* _ABOUT THIS TASK_
Copy the lines below verbatim, but only from the line containing "for line in" through the end of the data.

[Data extracted from a collection]

BEGIN

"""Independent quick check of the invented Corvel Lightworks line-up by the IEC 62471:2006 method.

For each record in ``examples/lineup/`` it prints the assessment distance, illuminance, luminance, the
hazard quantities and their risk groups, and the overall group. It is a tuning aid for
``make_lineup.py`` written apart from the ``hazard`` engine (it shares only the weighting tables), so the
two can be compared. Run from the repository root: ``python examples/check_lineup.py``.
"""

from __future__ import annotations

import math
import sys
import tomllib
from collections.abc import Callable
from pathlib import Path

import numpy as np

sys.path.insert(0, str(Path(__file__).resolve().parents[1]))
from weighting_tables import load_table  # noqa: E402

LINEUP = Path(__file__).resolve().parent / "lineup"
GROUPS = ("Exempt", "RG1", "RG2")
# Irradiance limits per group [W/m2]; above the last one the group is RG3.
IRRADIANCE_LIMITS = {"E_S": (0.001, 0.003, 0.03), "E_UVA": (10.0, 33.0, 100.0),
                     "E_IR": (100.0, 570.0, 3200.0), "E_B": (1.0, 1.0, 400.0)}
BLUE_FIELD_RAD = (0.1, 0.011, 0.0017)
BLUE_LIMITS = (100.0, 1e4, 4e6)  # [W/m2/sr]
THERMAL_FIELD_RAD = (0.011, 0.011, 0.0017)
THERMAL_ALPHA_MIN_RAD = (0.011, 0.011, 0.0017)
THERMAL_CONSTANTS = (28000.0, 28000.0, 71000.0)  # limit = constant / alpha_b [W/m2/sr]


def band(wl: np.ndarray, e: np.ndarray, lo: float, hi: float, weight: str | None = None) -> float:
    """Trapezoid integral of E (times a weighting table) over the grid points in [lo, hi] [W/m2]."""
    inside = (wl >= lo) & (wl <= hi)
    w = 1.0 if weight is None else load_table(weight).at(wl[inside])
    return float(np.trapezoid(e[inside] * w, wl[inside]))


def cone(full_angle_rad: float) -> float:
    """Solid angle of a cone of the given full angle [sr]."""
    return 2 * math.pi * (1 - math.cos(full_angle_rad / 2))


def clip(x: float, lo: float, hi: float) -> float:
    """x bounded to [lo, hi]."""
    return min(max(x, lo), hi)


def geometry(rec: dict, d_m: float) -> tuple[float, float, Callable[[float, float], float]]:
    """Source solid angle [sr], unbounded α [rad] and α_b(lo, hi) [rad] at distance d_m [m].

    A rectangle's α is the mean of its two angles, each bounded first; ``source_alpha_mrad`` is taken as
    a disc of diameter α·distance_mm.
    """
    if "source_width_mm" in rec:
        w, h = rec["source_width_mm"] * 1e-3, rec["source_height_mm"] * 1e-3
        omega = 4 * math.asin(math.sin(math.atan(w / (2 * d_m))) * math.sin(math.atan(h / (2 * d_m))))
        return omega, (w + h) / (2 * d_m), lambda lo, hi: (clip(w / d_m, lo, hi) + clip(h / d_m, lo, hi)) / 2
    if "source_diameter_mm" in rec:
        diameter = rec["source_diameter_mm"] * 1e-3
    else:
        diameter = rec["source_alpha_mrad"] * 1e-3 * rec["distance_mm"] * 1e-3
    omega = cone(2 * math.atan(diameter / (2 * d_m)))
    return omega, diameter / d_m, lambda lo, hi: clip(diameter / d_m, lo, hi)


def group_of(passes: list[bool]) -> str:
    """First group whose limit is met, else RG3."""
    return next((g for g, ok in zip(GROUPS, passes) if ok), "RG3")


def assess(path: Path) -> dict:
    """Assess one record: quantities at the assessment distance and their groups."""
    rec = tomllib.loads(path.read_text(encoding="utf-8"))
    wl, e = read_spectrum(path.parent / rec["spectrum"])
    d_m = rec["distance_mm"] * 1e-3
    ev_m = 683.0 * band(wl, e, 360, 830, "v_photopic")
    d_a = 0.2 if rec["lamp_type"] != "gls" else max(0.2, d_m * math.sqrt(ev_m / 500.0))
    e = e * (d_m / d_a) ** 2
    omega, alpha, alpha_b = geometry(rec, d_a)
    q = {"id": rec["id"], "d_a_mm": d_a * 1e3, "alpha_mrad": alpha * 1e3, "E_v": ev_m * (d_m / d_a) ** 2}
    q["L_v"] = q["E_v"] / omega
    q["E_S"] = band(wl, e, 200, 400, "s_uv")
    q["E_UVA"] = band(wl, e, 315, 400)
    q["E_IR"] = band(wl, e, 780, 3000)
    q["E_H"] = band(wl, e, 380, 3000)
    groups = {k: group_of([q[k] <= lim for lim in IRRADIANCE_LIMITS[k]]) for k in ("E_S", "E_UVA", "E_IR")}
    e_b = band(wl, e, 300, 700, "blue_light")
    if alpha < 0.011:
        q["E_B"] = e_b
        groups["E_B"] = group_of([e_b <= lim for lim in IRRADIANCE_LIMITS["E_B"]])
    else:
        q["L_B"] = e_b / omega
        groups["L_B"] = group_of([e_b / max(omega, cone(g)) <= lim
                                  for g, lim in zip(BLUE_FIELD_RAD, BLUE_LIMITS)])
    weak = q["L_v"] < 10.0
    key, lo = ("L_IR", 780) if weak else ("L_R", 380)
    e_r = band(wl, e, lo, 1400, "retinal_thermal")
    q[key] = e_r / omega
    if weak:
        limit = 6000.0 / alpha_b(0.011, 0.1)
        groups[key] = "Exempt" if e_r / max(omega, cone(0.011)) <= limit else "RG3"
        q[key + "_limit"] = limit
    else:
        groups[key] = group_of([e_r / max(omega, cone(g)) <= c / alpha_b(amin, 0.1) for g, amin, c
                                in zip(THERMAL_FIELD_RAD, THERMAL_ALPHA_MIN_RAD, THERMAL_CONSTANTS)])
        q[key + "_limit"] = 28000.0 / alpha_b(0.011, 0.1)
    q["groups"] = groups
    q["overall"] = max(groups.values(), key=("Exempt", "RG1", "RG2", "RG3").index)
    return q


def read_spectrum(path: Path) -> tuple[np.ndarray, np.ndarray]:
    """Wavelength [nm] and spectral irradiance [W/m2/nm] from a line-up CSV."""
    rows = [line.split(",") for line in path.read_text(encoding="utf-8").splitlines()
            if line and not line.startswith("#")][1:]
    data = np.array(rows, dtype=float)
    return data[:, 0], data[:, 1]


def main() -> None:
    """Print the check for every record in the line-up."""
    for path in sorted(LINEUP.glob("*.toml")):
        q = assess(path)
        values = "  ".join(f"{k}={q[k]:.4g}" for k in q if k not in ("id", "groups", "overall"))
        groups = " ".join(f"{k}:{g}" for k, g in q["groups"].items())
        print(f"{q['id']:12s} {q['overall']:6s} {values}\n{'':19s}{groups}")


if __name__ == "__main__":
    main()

END

* _SOLUTION FOR THIS TASK_
    rows = [line.split(",") for line in path.read_text(encoding="utf-8").splitlines()
            if line and not line.startswith("#")][1:]
    data = np.array(rows, dtype=float)
    return data[:, 0], data[:, 1]


def main() -> None:
    """Print the check for every record in the line-up."""
    for path in sorted(LINEUP.glob("*.toml")):
        q = assess(path)
        values = "  ".join(f"{k}={q[k]:.4g}" for k in q if k not in ("id", "groups", "overall"))
        groups = " ".join(f"{k}:{g}" for k, g in q["groups"].items())
        print(f"{q['id']:12s} {q['overall']:6s} {values}\n{'':19s}{groups}")


if __name__ == "__main__":
    main()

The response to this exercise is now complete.